Le 5 septembre 1781 au matin, une frégate de surveillance signale à l'escadre de De Grasse, qui est au mouillage dans la baie, qu’une escadre anglaise approche. Immédiatement, il va sonner le branle-bas et ordonne d’appareiller, alors qu’au début les conditions sont en faveur de l'escadre anglaise : les vents sont pour eux, ils ont presque un effet de surprise et ils sont déjà en ordre de bataille alors que l'escadre de De Grasse est au mouillage. Il faut vite appareiller et c'est pour cela qu'on va avoir, par exemple, des bateaux qui auraient dû être à l'arrière de l'escadre et qui vont se retrouver en tête. Le génie tactique de De Grasse, c'est de laisser faire, et de dire que les premiers navires prêts partent et se mettent en ordre de bataille.

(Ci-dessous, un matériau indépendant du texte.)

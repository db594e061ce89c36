/*
 * CAUTION: reference firmware, to be reviewed; NOT a certified motion controller.
 * Rehearse every new arm and plan with the pen lifted and the arm unloaded, keep
 * hands clear of a moving arm, keep a power switch within reach, and check the
 * pin numbers and pulse ranges against your motors' and drivers' documentation
 * (and follow their makers' instructions and local rules) before the first run.
 */
#ifndef INK_FRAME_H
#define INK_FRAME_H
#include <stdint.h>
#ifdef __cplusplus
extern "C" {
#endif
#define INK_PAYLOAD_MAX 62   /* type + seq + body (at most 64 decoded bytes with the CRC) */
#define INK_RX_MAX 66        /* COBS of 64 bytes is 65 bytes */

struct ink_frame_rx {
    uint8_t buf[INK_RX_MAX];
    uint8_t len;
    uint8_t overflow;
};

void ink_frame_init(struct ink_frame_rx *rx);
/* Feed one received byte. When it ends a valid frame, the payload (type, seq,
 * body; CRC removed) goes to payload[INK_PAYLOAD_MAX + 2] and its length (2 or
 * more) is returned; otherwise 0. Garbage costs at most the frame it hit. */
uint8_t ink_frame_feed(struct ink_frame_rx *rx, uint8_t byte, uint8_t *payload);
/* Encode payload into out (room for INK_RX_MAX + 1 bytes) with CRC, COBS and the
 * 0x00 delimiter; returns the byte count, 0 when the payload is too long. */
uint8_t ink_frame_encode(const uint8_t *payload, uint8_t n, uint8_t *out);
#ifdef __cplusplus
}
#endif
#endif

Il va aussi profiter d'erreurs tactiques des Anglais. La première erreur c'est que, alors qu’ils pouvaient sans problème couper l'accès à la baie, ils ne vont pas le faire... La deuxième erreur est plus une erreur de conception : le système de communication des ordres se fait par des pavillons dans toutes les Marines du monde à cette époque-là, et le système est complexe. Sauf qu'en France on l'a simplifié, dans le cadre de ce renouveau de la Marine voulu par Louis XVI et le code français qui était de 40 pavillons va passer à 20 et c'est beaucoup plus simple. Surtout, on va mettre fin à un système très complexe : par exemple, un pavillon rouge ne voulait pas dire la même chose s'il était dans le mât principal, à l'arrière ou à l'avant... Les Anglais, eux, n'ont pas simplifié et, en plus, dans l'escadre qui va affronter De Grasse il y a deux composantes, l’une qui vient du Royaume-Uni et qui a son système de communication et puis une escorte qui vient des Antilles et qui a un système différent !

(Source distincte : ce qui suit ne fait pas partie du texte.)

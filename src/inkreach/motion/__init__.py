"""Motion: chord subdivision, timing, the joint stream and its safety check."""

from .check import StreamReport, check_stream
from .plan import TIP_SPEED, plan_motion
from .stream import JointStream
from .subdivide import subdivide
from .timing import trapezoid_time

__all__ = ["JointStream", "plan_motion", "check_stream", "StreamReport", "trapezoid_time",
           "subdivide", "TIP_SPEED"]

Du côté anglais, c'est une vraie défaite
La combativité et le génie tactique de De Grasse vont faire que, à la fin, il y a simplement un navire français de légèrement abîmé et peu de blessés, peu de morts. Par contre, du côté anglais, c'est une vraie défaite : ils ont au minimum neuf vaisseaux sérieusement touchés, dont un ne pourra plus jamais naviguer, et puis un nombre de morts qui se compte par centaines. De Grasse va ensuite verrouiller la baie de la Chesapeake et permettre ainsi la fin du débarquement des troupes. Quelques jours plus tard, c'est le siège de Yorktown et la reddition du général Cornwallis, mettant quasiment un terme définitif à cette guerre d'indépendance.

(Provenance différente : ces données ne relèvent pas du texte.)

/*
 * CAUTION: reference firmware, to be reviewed; NOT a certified motion controller.
 * Rehearse every new arm and plan with the pen lifted and the arm unloaded, keep
 * hands clear of a moving arm, keep a power switch within reach, and check the
 * pin numbers and pulse ranges against your motors' and drivers' documentation
 * (and follow their makers' instructions and local rules) before the first run.
 */
/* Board front-end for two step/dir stepper drivers and a pen-lift servo.
 *
 * Each period the core gives the next absolute step position of each motor;
 * this loop spreads that period's steps evenly across it (step k of n at
 * (k + 1/2) / n of the period). Pins: INK_PIN_STEP1/DIR1, STEP2/DIR2, the
 * drivers' shared enable (INK_PIN_ENABLE, active low on most drivers: check
 * yours) and the pen servo (INK_PIN_PEN). Line: 115200 baud, 8N1, protocol v1.
 */
#include <Arduino.h>
#include <Servo.h>
#include "inkreach_config.h"
#include "ink_core.h"
#include "ink_output.h"

static struct ink_core core;
static Servo pen_servo;
static uint32_t period_start;
static int32_t pos[2], from[2], target[2];
static const uint8_t step_pin[2] = {INK_PIN_STEP1, INK_PIN_STEP2};
static const uint8_t dir_pin[2] = {INK_PIN_DIR1, INK_PIN_DIR2};

extern "C" void ink_port_write(const uint8_t *bytes, uint8_t n)
{
    Serial.write(bytes, n);
}

static void next_period(void)
{
    uint8_t j;
    ink_tick(&core);
    for (j = 0; j < 2; j++) {
        from[j] = pos[j];
        target[j] = ink_stepper_steps(j, core.q[j]);
        digitalWrite(dir_pin[j], target[j] >= from[j] ? HIGH : LOW);
    }
    pen_servo.writeMicroseconds((int)((ink_pen_ticks(core.pen) + INK_TICKS_PER_US / 2)
                                      / INK_TICKS_PER_US));
}

void setup(void)
{
    uint8_t j;
    for (j = 0; j < 2; j++) {
        pinMode(step_pin[j], OUTPUT);
        pinMode(dir_pin[j], OUTPUT);
    }
    pinMode(INK_PIN_ENABLE, OUTPUT);
    digitalWrite(INK_PIN_ENABLE, LOW);
    pen_servo.attach(INK_PIN_PEN);
    Serial.begin(115200);
    /* At power-on the motors are taken to stand at the home posture: put the
     * arm there by hand (power off) before switching on. */
    ink_init(&core, INK_HOME_Q1, INK_HOME_Q2);
    for (j = 0; j < 2; j++)
        pos[j] = from[j] = target[j] = ink_stepper_steps(j, core.q[j]);
    period_start = micros();
}

void loop(void)
{
    uint32_t elapsed, n, k;
    uint8_t j;
    while (Serial.available() > 0)
        ink_rx_byte(&core, (uint8_t)Serial.read());
    elapsed = micros() - period_start;
    if (elapsed >= INK_PERIOD_US) {
        period_start += INK_PERIOD_US;
        next_period();
        elapsed = micros() - period_start;
    }
    for (j = 0; j < 2; j++) {
        n = (uint32_t)labs(target[j] - from[j]);
        k = (uint32_t)labs(pos[j] - from[j]);
        if (k < n && 2UL * elapsed * n >= (2UL * k + 1UL) * INK_PERIOD_US) {
            digitalWrite(step_pin[j], HIGH);
            delayMicroseconds(2);
            digitalWrite(step_pin[j], LOW);
            pos[j] += target[j] > from[j] ? 1 : -1;
        }
    }
}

Beaucoup de Bretons y ont participé ?
Il y a un vrai tribu laissé par la population bretonne pour l'indépendance américaine. Les marins bretons figurent parmi les plus nombreux à embarquer, puisque ce sont souvent des gens issus de la pêche et qui sont réquisitionnés. Depuis Colbert, on a les registres maritimes qui permettent, en cas de conflit, de savoir qui sait naviguer et de les réquisitionner. Les Bretons vont constituer une part non négligeable de ceux qui embarquent sur l'escadre de De Grasse. On peut retrouver sans problème les rôles d’équipages dans les archives du Service Historique de la Défense.
Et cette bataille est célébrée par la Marine nationale chaque 5 septembre depuis trois ans...
Cette commémoration, voulue par le chef d'état-major de la Marine à l'époque, l'amiral Vandier, s'inscrit dans une remontée des tensions où finalement les enjeux stratégiques recommencent à se jouer sur la mer. Commémorer la bataille de la Chesapeake, c'est rappeler à tous et en premier lieu aux marins qui sont parfois trop modestes, que la marine française est une très belle Marine, qu'elle a d'excellents chefs depuis très longtemps – De Grasse en témoigne - et en rappelant à ces marins que cette bataille a mis en exergue toutes ces qualités, on souligne les leurs. Voilà dans quelle dynamique le chef d'état-major de la Marine a voulu inscrire cette célébration.